The distributions can be further seen for each level of parental education and subject in the histograms and box plots. It can be said, generally, that there is a correlation between the two. As the parental level of education rises, the range of scores decrease and the average score increase, with a small discrepancy between some high school and high school.
An example of analysis that can be done is the change in ridership per borough from one year to the next.
mta <- read.csv("https://raw.githubusercontent.com/okhaimova/DATA-607/master/Project2/MTA%20ridership.csv")
First, I removed some variables and only kept the names of the boroughs and the ridership for each year. Afterwards, I grouped the years into the year variable and the values into ridership. Then I factored the variables and made the ridership variable numeric.
mta <- mta %>%
select(2:8) %>%
set_colnames(c("borough", "2013", "2014", "2015", "2016", "2017", "2018")) %>%
pivot_longer(2:7, names_to = "year", values_to = "ridership")
# factoring the years and boroughs and making ridership numeric
mta$year <- as.factor(mta$year)
mta$borough <- as.factor(mta$borough)
mta$ridership <- as.numeric(gsub(",", "", mta$ridership))
head(mta)
## # A tibble: 6 x 3
## borough year ridership
## <fct> <fct> <dbl>
## 1 Bronx 2013 2961575
## 2 Bronx 2014 2941958
## 3 Bronx 2015 3045205
## 4 Bronx 2016 3038777
## 5 Bronx 2017 2785331
## 6 Bronx 2018 2562443
# Overall average ridership by year
annual <- mta %>%
group_by(year) %>%
summarise(average = mean(ridership))
## `summarise()` ungrouping output (override with `.groups` argument)
annual
## # A tibble: 6 x 2
## year average
## <fct> <dbl>
## 1 2013 4075399.
## 2 2014 4179655.
## 3 2015 4205208.
## 4 2016 4186768.
## 5 2017 4063695.
## 6 2018 3947377.
ggplot(annual, aes(x=year, y=average, group=1)) +
geom_line()+
geom_point() +
ylab("Average Annual Ridership") +
ggtitle("Average Annual Ridership Over Time")
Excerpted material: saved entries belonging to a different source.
"""The example files of the repository, ``examples/ferry-inbox.jsonl`` and
``examples/ferry-seeds.jsonl``: INVENTED.

The inbox is one day of the demo's invented passenger inbox (service/demo_data.py), small
enough to read; the seeds file starts three groups from a few invented example messages each
(``mixroute fit --seeds``). Both are written so that ``python -m service.examples`` makes the
same files again and a test can check that they have not been edited by hand. Every record
carries ``"invented": true``; the command line ignores fields it does not read.
"""

from __future__ import annotations

import json
import random
import sys
from pathlib import Path

from service.demo_data import THEMES, compose_message, default_days, generate_day

EXAMPLE_PATH = Path(__file__).resolve().parent.parent / "examples" / "ferry-inbox.jsonl"
SEEDS_PATH = EXAMPLE_PATH.with_name("ferry-seeds.jsonl")
# Seeded themes, their invented destinations, and examples per seed.
SEED_THEMES = {
    "lost_property": "lost-property@ferry.example.invalid",
    "pets": "animals-desk@ferry.example.invalid",
    "vehicles": "freight@ferry.example.invalid",
}
SEED_EXAMPLES = 4
SEEDS_SEED = 7
EXAMPLE_SCALE = 0.1  # 60 messages of day 1
EXAMPLE_SEED = 2


def example_lines() -> str:
    """The example file's text: one JSON object a line."""
    plan = default_days(EXAMPLE_SCALE)[0]
    records = [
        {**message.to_json(), "invented": True} for message in generate_day(plan, EXAMPLE_SEED)
    ]
    return "".join(json.dumps(record, ensure_ascii=False) + "\n" for record in records)


def seed_lines() -> str:
    """The seeds file's text: one ``{"label", "destination", "examples"}`` object a line."""
    rng = random.Random(SEEDS_SEED)
    themes = {theme.name: theme for theme in THEMES}
    records = [
        {
            "label": themes[name].title,
            "destination": destination,
            "examples": [compose_message(themes[name], rng) for _ in range(SEED_EXAMPLES)],
            "invented": True,
        }
        for name, destination in SEED_THEMES.items()
    ]
    return "".join(json.dumps(record, ensure_ascii=False) + "\n" for record in records)


def main() -> int:
    """Write the example files (the inbox to the path given as the only argument, if any)."""
    path = Path(sys.argv[1]) if len(sys.argv) > 1 else EXAMPLE_PATH
    path.write_text(example_lines(), encoding="utf-8")
    print(f"wrote {path}")
    if len(sys.argv) <= 1:
        SEEDS_PATH.write_text(seed_lines(), encoding="utf-8")
        print(f"wrote {SEEDS_PATH}")
    return 0


if __name__ == "__main__":  # pragma: no cover
    sys.exit(main())
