"""Structured logs: one JSON object a line, and a request id that follows each request.

Every log record becomes one line of JSON on standard error with ``time`` (UTC, ISO 8601),
``level``, ``logger``, ``message`` and, where known, ``request_id``, ``model``, ``version`` and
``worker``. Those four come from the record's ``extra`` (``log.info("...", extra={"model": m})``)
or, inside an HTTP request, from the request context that :class:`RequestContext` sets.

The request id: a client may send ``X-Request-ID`` (at most 64 characters of letters, digits
and ``._:-``, and no configured API key inside it); otherwise one is generated. It is echoed
in the response header, written on the request's access line, and :func:`request_metadata`
gives the ``metadata`` objects that carry it into the stream entries a request queues
(``{"request_id": ...}``), so a document can be traced from the intake system's call to the
worker that learned it.

Keys never reach a log line, in any field: the access line holds method, path (without the
query string), status, duration and ids only; :class:`RequestContext` replaces a configured key
in the path (and so in the model name taken from it) and never adopts a request id holding one;
and :class:`SecretRedactor` replaces any configured key that still appears in the message, the
context fields, any ``extra`` field, or an exception's text (defence in depth: a key pasted
into a URL or a header is the client's mistake, not ours to spread).
"""

from __future__ import annotations

import contextvars
import json
import logging
import re
import sys
import time
import uuid
from collections.abc import Iterable, Mapping
from datetime import UTC, datetime
from typing import IO, Any

from starlette.types import ASGIApp, Message, Receive, Scope, Send

REQUEST_ID_HEADER = "X-Request-ID"
# short and of a safe character set: it is echoed in a header and stored with each queued entry
REQUEST_ID_MAX_LENGTH = 64
_REQUEST_ID_OK = re.compile(rf"^[A-Za-z0-9._:-]{{1,{REQUEST_ID_MAX_LENGTH}}}$")
REDACTED = "[redacted]"
_MODEL_IN_PATH = re.compile(r"^/models/([A-Za-z0-9][A-Za-z0-9_.-]{0,63})(?:/|$)")

request_id_var: contextvars.ContextVar[str | None] = contextvars.ContextVar(
    "mixroute_request_id", default=None
)
model_var: contextvars.ContextVar[str | None] = contextvars.ContextVar(
    "mixroute_model", default=None
)

# Attributes every LogRecord has; anything else on a record came from ``extra``.
_STANDARD_ATTRS = frozenset(
    vars(logging.LogRecord("", logging.INFO, "", 0, "", None, None)).keys()
    | {"message", "asctime", "taskName", "color_message"}  # uvicorn's terminal copy
)
CONTEXT_FIELDS = ("request_id", "model", "version", "worker")
WORKER_THREAD_PREFIX = "mixroute-worker-"

access_log = logging.getLogger("mixroute.access")


def current_request_id() -> str | None:
    """The id of the HTTP request being handled in this context, or None."""
    return request_id_var.get()


def request_metadata(n: int) -> list[dict[str, Any]] | None:
    """Stream metadata for ``n`` documents queued by the current request.

    Parameters
    ----------
    n : int
        Number of documents.

    Returns
    -------
    list of dict or None
        ``[{"request_id": id}] * n`` inside a request, None outside one (no metadata then).
    """
    request_id = request_id_var.get()
    if request_id is None:
        return None
    return [{"request_id": request_id} for _ in range(n)]


def valid_request_id(value: str | None, secrets: Iterable[str] = ()) -> str:
    """The client's request id when acceptable, else a new random one (32 hex digits).

    Parameters
    ----------
    value : str or None
        The ``X-Request-ID`` header as sent.
    secrets : iterable of str
        The configured API keys: an id holding one is never adopted (it would be logged,
        echoed and stored with every queued document).
    """
    if value and _REQUEST_ID_OK.match(value) and not any(s and s in value for s in secrets):
        return value
    return uuid.uuid4().hex


def redact(text: str, secrets: Iterable[str]) -> str:
    """``text`` with every one of ``secrets`` replaced by ``[redacted]``."""
    for secret in secrets:
        if secret and secret in text:
            text = text.replace(secret, REDACTED)
    return text


def context_value(record: logging.LogRecord, name: str) -> Any:
    """A context field of a record: its own ``extra`` value, else the request context (and
    for ``model`` the worker thread's name)."""
    value = getattr(record, name, None)
    if value is not None:
        return value
    if name == "request_id":
        return request_id_var.get()
    if name == "model":
        model = model_var.get()
        if (
            model is None
            and record.threadName
            and record.threadName.startswith(WORKER_THREAD_PREFIX)
        ):
            # service.runner names each worker thread after its model
            model = record.threadName.removeprefix(WORKER_THREAD_PREFIX)
        return model
    return None


class JsonFormatter(logging.Formatter):
    """Format a record as one line of JSON (see the module docstring for the fields)."""

    def format(self, record: logging.LogRecord) -> str:
        data: dict[str, Any] = {
            "time": datetime.fromtimestamp(record.created, UTC).isoformat(timespec="milliseconds"),
            "level": record.levelname.lower(),
            "logger": record.name,
            "message": record.getMessage(),
        }
        for name in CONTEXT_FIELDS:
            value = context_value(record, name)
            if value is not None:
                data[name] = value
        for name, value in vars(record).items():
            if name not in _STANDARD_ATTRS and name not in data and not name.startswith("_"):
                data[name] = _jsonable(value)
        if record.exc_text:  # formatted (and redacted) by SecretRedactor
            data["exception"] = record.exc_text
        elif record.exc_info:
            data["exception"] = self.formatException(record.exc_info)
        if record.stack_info:
            data["stack"] = self.formatStack(record.stack_info)
        return json.dumps(data, ensure_ascii=False, default=str)


def _jsonable(value: Any) -> Any:
    if value is None or isinstance(value, str | int | float | bool):
        return value
    if isinstance(value, Mapping):
        return {str(k): _jsonable(v) for k, v in value.items()}
    if isinstance(value, list | tuple):
        return [_jsonable(v) for v in value]
    return str(value)


class SecretRedactor(logging.Filter):
    """Replace every configured secret by ``[redacted]`` in every field a record prints.

    That is the message (with its arguments), the context fields (``request_id``, ``model``,
    ... including those the formatter would take from the request context: they are set on
    the record here, cleaned), every ``extra`` field (strings inside lists and dicts too), and
    the text of an exception or stack.

    Parameters
    ----------
    secrets : iterable of str
        The API keys. Empty strings are ignored.
    """

    def __init__(self, secrets: Iterable[str]) -> None:
        super().__init__()
        self.secrets = sorted({s for s in secrets if s}, key=len, reverse=True)

    def _clean(self, value: Any) -> Any:
        if isinstance(value, str):
            return redact(value, self.secrets)
        if isinstance(value, Mapping):
            return {self._clean(str(k)): self._clean(v) for k, v in value.items()}
        if isinstance(value, list | tuple):
            return [self._clean(v) for v in value]
        if value is None or isinstance(value, int | float | bool):
            return value
        return redact(str(value), self.secrets)

    def filter(self, record: logging.LogRecord) -> bool:
        if not self.secrets:
            return True
        message = record.getMessage()
        cleaned = self._clean(message)
        if cleaned != message:
            record.msg, record.args = cleaned, None
        for name in CONTEXT_FIELDS:
            value = context_value(record, name)
            if value is not None:
                setattr(record, name, value)
        for name, value in list(vars(record).items()):
            if name not in _STANDARD_ATTRS and not name.startswith("_"):
                setattr(record, name, self._clean(value))
        if record.exc_info and not record.exc_text:
            record.exc_text = logging.Formatter().formatException(record.exc_info)
        if record.exc_text:
            record.exc_text = self._clean(record.exc_text)
        if record.stack_info:
            record.stack_info = self._clean(record.stack_info)
        return True


class StandardErrorHandler(logging.StreamHandler):  # type: ignore[type-arg]
    """Writes to whatever ``sys.stderr`` is when each record is emitted, so a replaced (and
    later closed) standard error, as under a test runner's capture, is never written to."""

    def __init__(self) -> None:
        super().__init__()

    @property  # type: ignore[override]
    def stream(self) -> IO[str]:
        return sys.stderr

    @stream.setter
    def stream(self, value: IO[str]) -> None:
        pass


def configure_logging(
    level: str = "info",
    fmt: str = "json",
    secrets: Iterable[str] = (),
    stream: IO[str] | None = None,
) -> logging.Handler:
    """Send every log record of the process to ``stream`` as JSON lines (or plain text).

    Replaces the root logger's console handlers (those writing to standard output or error)
    and leaves any other handler alone (a test's log capture, a file handler). Uvicorn's own
    loggers are made to propagate to the root, so their lines come out in the same format.

    Parameters
    ----------
    level : str
        Level name (``info``, ``debug``, ...).
    fmt : {"json", "text"}
    secrets : iterable of str
        Strings never to print (the API keys).
    stream : file, optional
        Default standard error.

    Returns
    -------
    logging.Handler
        The handler installed.
    """
    root = logging.getLogger()
    for handler in list(root.handlers):
        if isinstance(handler, StandardErrorHandler) or (
            isinstance(handler, logging.StreamHandler)
            and getattr(handler, "stream", None) in (sys.stderr, sys.stdout)
        ):
            root.removeHandler(handler)
    handler = StandardErrorHandler() if stream is None else logging.StreamHandler(stream)
    if fmt == "json":
        handler.setFormatter(JsonFormatter())
    else:
        handler.setFormatter(logging.Formatter("%(asctime)s %(levelname)s %(name)s: %(message)s"))
    handler.addFilter(SecretRedactor(secrets))
    root.addHandler(handler)
    root.setLevel(level.upper())
    for name in ("uvicorn", "uvicorn.error", "uvicorn.access"):
        logger = logging.getLogger(name)
        logger.handlers.clear()
        logger.propagate = True
    # our access line replaces uvicorn's (which would print the query string)
    logging.getLogger("uvicorn.access").setLevel(logging.WARNING)
    return handler


class RequestContext:
    """Pure ASGI middleware: request id in and out, request context, one access line each.

    Parameters
    ----------
    app : ASGI app
    secrets : iterable of str
        The configured API keys: never adopted as a request id, replaced in the logged path
        and model name.
    """

    def __init__(self, app: ASGIApp, secrets: Iterable[str] = ()) -> None:
        self.app = app
        self.secrets = sorted({s for s in secrets if s}, key=len, reverse=True)

    async def __call__(self, scope: Scope, receive: Receive, send: Send) -> None:
        if scope["type"] != "http":
            await self.app(scope, receive, send)
            return
        given = None
        for name, value in scope.get("headers", ()):
            if name == b"x-request-id":
                given = value.decode("latin-1")
                break
        request_id = valid_request_id(given, self.secrets)
        path: str = redact(scope.get("path", ""), self.secrets)
        match = _MODEL_IN_PATH.match(path)
        model = match.group(1) if match else None
        id_token = request_id_var.set(request_id)
        model_token = model_var.set(model)
        started = time.perf_counter()
        status = 500
        header = (REQUEST_ID_HEADER.lower().encode(), request_id.encode())

        async def send_with_id(message: Message) -> None:
            nonlocal status
            if message["type"] == "http.response.start":
                status = int(message["status"])
                message["headers"] = [*message.get("headers", []), header]
            await send(message)

        try:
            await self.app(scope, receive, send_with_id)
        finally:
            if access_log.isEnabledFor(logging.INFO):
                extra: dict[str, Any] = {
                    "event": "request",
                    "method": scope.get("method", ""),
                    "path": path,
                    "status": status,
                    "duration_ms": round((time.perf_counter() - started) * 1000.0, 3),
                }
                version = _served_version(scope, model)
                if version is not None:
                    extra["version"] = version
                access_log.info("%s %s %d", extra["method"], path, status, extra=extra)
            request_id_var.reset(id_token)
            model_var.reset(model_token)


def _served_version(scope: Scope, model: str | None) -> int | None:
    """The version of ``model`` this process serves now (None when it is not loaded)."""
    if model is None:
        return None
    runtime = getattr(getattr(scope.get("app"), "state", None), "runtime", None)
    loaded = getattr(runtime, "models", {}).get(model) if runtime is not None else None
    return None if loaded is None else int(loaded.version)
# Average ridership each borough
boroughannual <- mta %>%
group_by(borough, year) %>%
summarise(average = mean(ridership))
## `summarise()` regrouping output by 'borough' (override with `.groups` argument)
boroughannual %>%
pivot_wider(names_from = year, values_from = average)
## # A tibble: 5 x 7
## # Groups: borough [5]
## borough `2013` `2014` `2015` `2016` `2017` `2018`
## <fct> <dbl> <dbl> <dbl> <dbl> <dbl> <dbl>
## 1 Bronx 2044246. 2089933. 2086337. 2099966. 2048967. 1920210.
## 2 Brooklyn 2371925. 2437738. 2468462. 2449301. 2416386. 2358161.
## 3 Manhattan 8106404. 8321578. 8358968. 8307783. 8024126. 7835550.
## 4 Queens 3090748. 3155941. 3176318. 3181482. 3056963. 2945640.
## 5 Staten Island 4628850 4662582 4701436. 4723261 4613752 4387587
ggplot(boroughannual, aes(x=year, y=average, group = borough, color = borough)) +
geom_line()+
geom_point() +
ylab("Average Annual Ridership") +
ggtitle("Average Annual Ridership Over Time by Borough")
Overall, it can be seen that the average annual ridership over time increased and then decreased after 2015. It is also evident that ridership for each borough increased and then decreased.